BEGIN Given entries
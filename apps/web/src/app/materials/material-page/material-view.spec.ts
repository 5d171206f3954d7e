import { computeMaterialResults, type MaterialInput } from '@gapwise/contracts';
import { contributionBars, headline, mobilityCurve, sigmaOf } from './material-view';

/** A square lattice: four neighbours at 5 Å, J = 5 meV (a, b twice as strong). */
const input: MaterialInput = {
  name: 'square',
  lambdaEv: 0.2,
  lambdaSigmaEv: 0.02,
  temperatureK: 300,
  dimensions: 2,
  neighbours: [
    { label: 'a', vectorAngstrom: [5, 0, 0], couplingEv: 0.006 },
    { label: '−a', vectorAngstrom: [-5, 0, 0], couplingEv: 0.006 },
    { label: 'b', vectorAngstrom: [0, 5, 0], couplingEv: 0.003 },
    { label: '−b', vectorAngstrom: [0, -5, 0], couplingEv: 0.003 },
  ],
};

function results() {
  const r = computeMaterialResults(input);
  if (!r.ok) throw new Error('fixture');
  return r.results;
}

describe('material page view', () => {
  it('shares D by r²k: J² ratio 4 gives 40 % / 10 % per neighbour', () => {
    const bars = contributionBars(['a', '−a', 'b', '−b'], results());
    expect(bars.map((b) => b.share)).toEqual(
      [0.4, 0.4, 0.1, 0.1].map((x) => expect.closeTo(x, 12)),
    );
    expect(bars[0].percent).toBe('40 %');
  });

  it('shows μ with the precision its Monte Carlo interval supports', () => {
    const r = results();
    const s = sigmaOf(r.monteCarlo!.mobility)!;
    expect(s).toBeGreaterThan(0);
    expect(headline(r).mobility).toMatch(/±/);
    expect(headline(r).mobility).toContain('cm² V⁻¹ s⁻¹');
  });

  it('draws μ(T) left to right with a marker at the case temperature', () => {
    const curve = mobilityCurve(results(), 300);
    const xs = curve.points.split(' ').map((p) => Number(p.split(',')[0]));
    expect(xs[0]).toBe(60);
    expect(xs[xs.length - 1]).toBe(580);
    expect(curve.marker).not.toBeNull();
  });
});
END Given entries
**Exercise directions**
Copy exactly the line that contains "[0.4, 0.4, 0.1, 0.1].map((x)" and every line after it through the end of the entries, with nothing added.

**Solution to this problem**
      [0.4, 0.4, 0.1, 0.1].map((x) => expect.closeTo(x, 12)),
    );
    expect(bars[0].percent).toBe('40 %');
  });

  it('shows μ with the precision its Monte Carlo interval supports', () => {
    const r = results();
    const s = sigmaOf(r.monteCarlo!.mobility)!;
    expect(s).toBeGreaterThan(0);
    expect(headline(r).mobility).toMatch(/±/);
    expect(headline(r).mobility).toContain('cm² V⁻¹ s⁻¹');
  });

  it('draws μ(T) left to right with a marker at the case temperature', () => {
    const curve = mobilityCurve(results(), 300);
    const xs = curve.points.split(' ').map((p) => Number(p.split(',')[0]));
    expect(xs[0]).toBe(60);
    expect(xs[xs.length - 1]).toBe(580);
    expect(curve.marker).not.toBeNull();
  });
});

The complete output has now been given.